Она шаловливо улыбнулась и перешла на английский. Никогда не слышал, чтобы она говорила по-английски.
— Мэрион, ты знаешь, чем я была вынуждена заниматься в Аддис-Абебе, чтобы накормить ребенка. А в Судане я скатилась еще ниже — там я была просто бария. — Она употребила жаргонное слово, означающее «раб». — В Америке, как говорят, можешь стать кем только захочешь. Я верю в это. Трудилась я в поте лица. Так что когда меня называют «Царица Савская», я думаю про себя: «Да уж, из рабынь в царицы».
Я рассказал Циге, что в день своего бегства из Аддис-Абебы видел, как она вылезала из своего «фиата».
— А что получилось сегодня? Открывается дверь машины, и появляются твои стройные ноги. Лица я еще не вижу. И картинка на память из Аддис-Абебы точно такая же: авто и твои красивые ноги. Я хотел тогда попрощаться с тобой. И не мог.
Она засмеялась и невольно одернула юбку.
— Знаю, ты исчез сразу вслед за Генет. Думали, ты участвовал в захвате самолета.
— Неужели люди считали меня эритрейским партизаном?
Она пожала плечами:
— Я — нет. Но когда мы виделись с Генет, она не сказала ни «да» ни «нет».
Я пришел в недоумение:
— Как ты могла увидеться с Генет? Мы с ней исчезли в один день. Из-за этого мне пришлось бежать… Вы встретились в Хартуме?
— Нет, Мэрион, здесь.
— Как, в Америке?
— Здесь. В этом самом доме… Господи. Так ты ничего не знал?
У меня перехватило дыхание. Под ногами у меня разверзлась зловонная пропасть.
— Генет? Разве она не с партизанами в Эритрее?
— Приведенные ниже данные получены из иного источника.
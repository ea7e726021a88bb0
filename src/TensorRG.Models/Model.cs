using System.Collections.Immutable;
using System.Globalization;
using TensorRG.Models.Lattices;

namespace TensorRG.Models;

/// <summary>
/// A two-dimensional lattice model: what a person reads about it, its parameters, its vertex network and what is known
/// exactly. Built-in models derive from it, and so can anything that reads a description from elsewhere.
/// Conventions: k_B = 1, Z = sum over configurations of exp(-E/T).
/// </summary>
public abstract class Model
{
    /// <summary>Name on the command line: lower case, no spaces.</summary>
    public abstract string Name { get; }

    /// <summary>Title in a few words.</summary>
    public abstract string Title { get; }

    /// <summary>One paragraph: the Hamiltonian or weights, and what the model shows.</summary>
    public abstract string Description { get; }

    /// <summary>The lattice in words.</summary>
    public abstract string Lattice { get; }

    /// <summary>Lattice sites that one vertex of the network stands for.</summary>
    public abstract int SitesPerVertex { get; }

    /// <summary>The symmetry that the network's charges carry, in words.</summary>
    public abstract string Symmetry { get; }

    /// <summary>The parameters, in the order in which they are shown.</summary>
    public abstract IReadOnlyList<ParameterDefinition> Parameters { get; }

    /// <summary>Names that set several parameters at once.</summary>
    public virtual IReadOnlyList<ParameterShorthand> Shorthands => [];

    /// <summary>What is known exactly, and where.</summary>
    public abstract IReadOnlyList<ExactReference> ExactReferences { get; }

    /// <summary>The text that defines the model, where it comes from a file; null for a built-in one.</summary>
    public virtual string? Definition => null;

    /// <summary>True if the model has a temperature; a model given by weights has none.</summary>
    public bool HasTemperature => Parameters.Any(p => p.Name == ParameterDefinition.TemperatureName);

    /// <summary>
    /// A complete, checked set of parameters. What is not given takes its default; a temperature that defaults to the
    /// critical one takes it at the other values given.
    /// </summary>
    /// <param name="given">Values by name or symbol, in any case; shorthands are allowed.</param>
    /// <exception cref="ModelException">An unknown name, a parameter set twice, or a value that is not allowed.</exception>
    public ParameterSet CreateParameters(IEnumerable<KeyValuePair<string, double>> given)
    {
        ArgumentNullException.ThrowIfNull(given);
        double?[] values = Assign(given);
        ParameterSet set = new(this, [.. Parameters.Select((p, i) => values[i] ?? p.Default)]);
        for (int i = 0; i < Parameters.Count; i++)
        {
            if (values[i] is null && Parameters[i].DefaultsToCritical)
                return AtCriticalIfAllowed(set, Parameters[i]);
        }
        return set;
    }

    /// <summary>All parameters at their defaults.</summary>
    public ParameterSet CreateParameters() => CreateParameters([]);

    /// <summary>The set with its temperature moved to the exact critical one.</summary>
    /// <param name="parameters">A set of this model.</param>
    /// <exception cref="ModelException">No exact critical temperature is known there; the message says why.</exception>
    public ParameterSet AtCriticalTemperature(ParameterSet parameters)
    {
        CriticalPoint point = CriticalTemperature(parameters);
        if (point.Temperature is null)
            throw new ModelException($"Model '{Name}' has no exact critical temperature here: {point.Reason}. Give {(HasTemperature ? "the temperature as a number" : "the weights instead")}.");
        return parameters.With(ParameterDefinition.TemperatureName, point.Temperature.Value);
    }

    /// <summary>The exact critical temperature at the other parameters, or why there is none.</summary>
    /// <param name="parameters">A set of this model; its temperature does not matter.</param>
    public CriticalPoint CriticalTemperature(ParameterSet parameters) => FindCriticalTemperature(Own(parameters));

    /// <summary>The vertex network.</summary>
    /// <param name="parameters">A set of this model.</param>
    /// <param name="graded">False drops the charges: the same tensor in the same basis with the trivial group.</param>
    /// <param name="form">Form of the network; Auto lets the model choose.</param>
    /// <exception cref="ModelException">The model cannot be written in that form.</exception>
    public VertexNetwork Network(ParameterSet parameters, bool graded = true, NetworkForm form = NetworkForm.Auto)
    {
        VertexNetwork network = form == NetworkForm.Auto ? BuildNetwork(Own(parameters)) : OfForm(Own(parameters), form);
        return graded ? network : network.Ungraded();
    }

    /// <summary>
    /// The model as tables of local weights and observables: what can be measured, and what any sum over configurations needs.
    /// Null for a model that is given by its network alone.
    /// </summary>
    /// <param name="parameters">A set of this model.</param>
    public LatticeSystem? System(ParameterSet parameters) => DescribeSystem(Own(parameters));

    /// <summary>What <see cref="Network"/> gives, without its elements: form, symmetry, bonds.</summary>
    /// <param name="parameters">A set of this model.</param>
    /// <param name="form">Form of the network; Auto lets the model choose.</param>
    /// <exception cref="ModelException">The model cannot be written in that form, or has no tables.</exception>
    public NetworkPlan Plan(ParameterSet parameters, NetworkForm form = NetworkForm.Auto) => FindPlan(Own(parameters), form);

    /// <summary>An exact value, or null where none is known.</summary>
    /// <param name="quantity">Which quantity.</param>
    /// <param name="parameters">A set of this model.</param>
    public ExactValue? Exact(Quantity quantity, ParameterSet parameters) => Exact(QuantityNames.Name(quantity), parameters);

    /// <summary>An exact value by name, or null where none is known.</summary>
    /// <param name="quantity">One of <see cref="QuantityNames"/>, or the name of an observable.</param>
    /// <param name="parameters">A set of this model.</param>
    public ExactValue? Exact(string quantity, ParameterSet parameters) => FindExact(quantity, Own(parameters));

    /// <summary>What a setting sets: pairs of a parameter's name and its value.</summary>
    /// <param name="name">Name or symbol of a parameter or a shorthand, in any case.</param>
    /// <param name="text">The value as written; a number in the invariant culture.</param>
    /// <exception cref="ModelException">The text is no number.</exception>
    public virtual IEnumerable<KeyValuePair<string, double>> Settings(string name, string text)
    {
        if (!double.TryParse(text, NumberStyles.Float, CultureInfo.InvariantCulture, out double value) || !double.IsFinite(value))
            throw new ModelException($"Parameter '{name}' takes a finite number, such as 0.5 or 1e-3, not '{text}'. Use a point, not a comma, for decimals.");
        return [KeyValuePair.Create(name, value)];
    }

    /// <summary>Position of a parameter in <see cref="Parameters"/>.</summary>
    /// <param name="name">Name or symbol, in any case.</param>
    /// <exception cref="ModelException">There is none; the message lists those there are and suggests the nearest.</exception>
    public int IndexOf(string name)
    {
        for (int i = 0; i < Parameters.Count; i++)
        {
            if (Parameters[i].IsCalled(name))
                return i;
        }
        IReadOnlyList<string> known = [.. Parameters.Select(p => p.Name), .. Shorthands.Select(s => s.Name)];
        throw new ModelException($"Model '{Name}' has no parameter '{name}'.{NameSuggestion.Text(name, known)} It has: {string.Join(", ", known)}.");
    }

    /// <summary>See <see cref="CriticalTemperature"/>; the set is known to be this model's.</summary>
    /// <param name="parameters">A set of this model.</param>
    protected abstract CriticalPoint FindCriticalTemperature(ParameterSet parameters);

    /// <summary>The graded network; the set is known to be this model's.</summary>
    /// <param name="parameters">A set of this model.</param>
    protected abstract VertexNetwork BuildNetwork(ParameterSet parameters);

    /// <summary>See <see cref="System"/>; the set is known to be this model's.</summary>
    /// <param name="parameters">A set of this model.</param>
    protected virtual LatticeSystem? DescribeSystem(ParameterSet parameters) => null;

    /// <summary>See <see cref="Plan"/>; the set is known to be this model's.</summary>
    /// <param name="parameters">A set of this model.</param>
    /// <param name="form">Form of the network.</param>
    protected virtual NetworkPlan FindPlan(ParameterSet parameters, NetworkForm form)
        => NetworkBuilder.Plan(Tables(parameters), form);

    /// <summary>See <see cref="Exact(Quantity, ParameterSet)"/>; the set is known to be this model's.</summary>
    /// <param name="quantity">Which quantity.</param>
    /// <param name="parameters">A set of this model.</param>
    protected virtual ExactValue? FindExact(Quantity quantity, ParameterSet parameters) => null;

    /// <summary>See <see cref="Exact(string, ParameterSet)"/>; the set is known to be this model's.</summary>
    /// <param name="quantity">One of <see cref="QuantityNames"/>, or the name of an observable.</param>
    /// <param name="parameters">A set of this model.</param>
    protected virtual ExactValue? FindExact(string quantity, ParameterSet parameters)
        => QuantityNames.Find(quantity) is { } known ? FindExact(known, parameters) : null;

    private VertexNetwork OfForm(ParameterSet parameters, NetworkForm form)
        => NetworkBuilder.Build(Tables(parameters), new NetworkOptions { Form = form }).Network;

    private LatticeSystem Tables(ParameterSet parameters)
        => DescribeSystem(parameters) ?? throw new ModelException($"The model '{Name}' is given by one network alone: leave the form to the tool.");

    private ParameterSet AtCriticalIfAllowed(ParameterSet set, ParameterDefinition temperature)
        => FindCriticalTemperature(set).Temperature is { } critical && temperature.Allows(critical.Value)
            ? set.With(temperature.Name, critical.Value)
            : set;

    private double?[] Assign(IEnumerable<KeyValuePair<string, double>> given)
    {
        var values = new double?[Parameters.Count];
        var setBy = new string?[Parameters.Count];
        foreach ((string name, double value) in given)
        {
            foreach (int index in Targets(name))
            {
                if (setBy[index] is { } earlier)
                    throw new ModelException($"Parameter '{Parameters[index].Name}' of model '{Name}' is set twice, by '{earlier}' and by '{name}'. Give one of them.");
                Parameters[index].Check(value, Name);
                (values[index], setBy[index]) = (value, name);
            }
        }
        return values;
    }

    private IEnumerable<int> Targets(string name)
    {
        ParameterShorthand? shorthand = Shorthands.FirstOrDefault(s => string.Equals(s.Name, name, StringComparison.OrdinalIgnoreCase));
        ImmutableArray<string> names = shorthand?.Targets ?? [name];
        return names.Select(IndexOf);
    }

    private ParameterSet Own(ParameterSet parameters)
    {
        ArgumentNullException.ThrowIfNull(parameters);
        if (!ReferenceEquals(parameters.Model, this))
            throw new ArgumentException($"The parameters belong to model '{parameters.Model.Name}', not to '{Name}'. Make them with this model's CreateParameters.", nameof(parameters));
        return parameters;
    }
}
— Нет, нет, нет. В Америку она попала в статусе беженки, как и все мы. Кто-то привел ее сюда. На руках у нее был ребенок. Сначала она меня будто бы не узнала. Пришлось ей напомнить. — Лицо у Циге застыло. — Знаешь, Мэрион, здесь мы все равны. Неважно, кто ты — эритреец, оромо, амхара. Был ты в Аддис-Абебе важная шишка или бария, начинать приходится с нуля. Те, кто многого добился здесь, там был никем. Но Генет вбила себе в голову, что она — особенная, не такая, как все мы…
— Когда это случилось?
— Два, не то три года тому назад. Она сказала, что потеряла с тобой контакт и не знает, куда ты делся. Вела себя так, будто понятия не имеет, что ты бежал из Аддис-Абебы.
— Что? Она притворялась. Бежать-то мне помогли эритрейцы. А Генет была их звезда… легендарная героиня. Она должна была знать.
— Может, она не доверяла мне, Мэрион. Я ведь не знала ее так хорошо, как тебя, мы с ней за всю жизнь и двух слов не сказали. Люди меняются. Когда покидаешь родину, ты как вырванное с корнем растение. Некоторые грубеют и никогда уже не расцветут. Помню, она рассказывала, как ей на поле боя все вдруг стало противно. И борьба за свободу, наверное, тоже. Она родила мальчика. Какие-то женщины из Нью-Йорка дали ей работу и приняли на себя заботу о малыше. Так что от меня ей ничего не требовалось.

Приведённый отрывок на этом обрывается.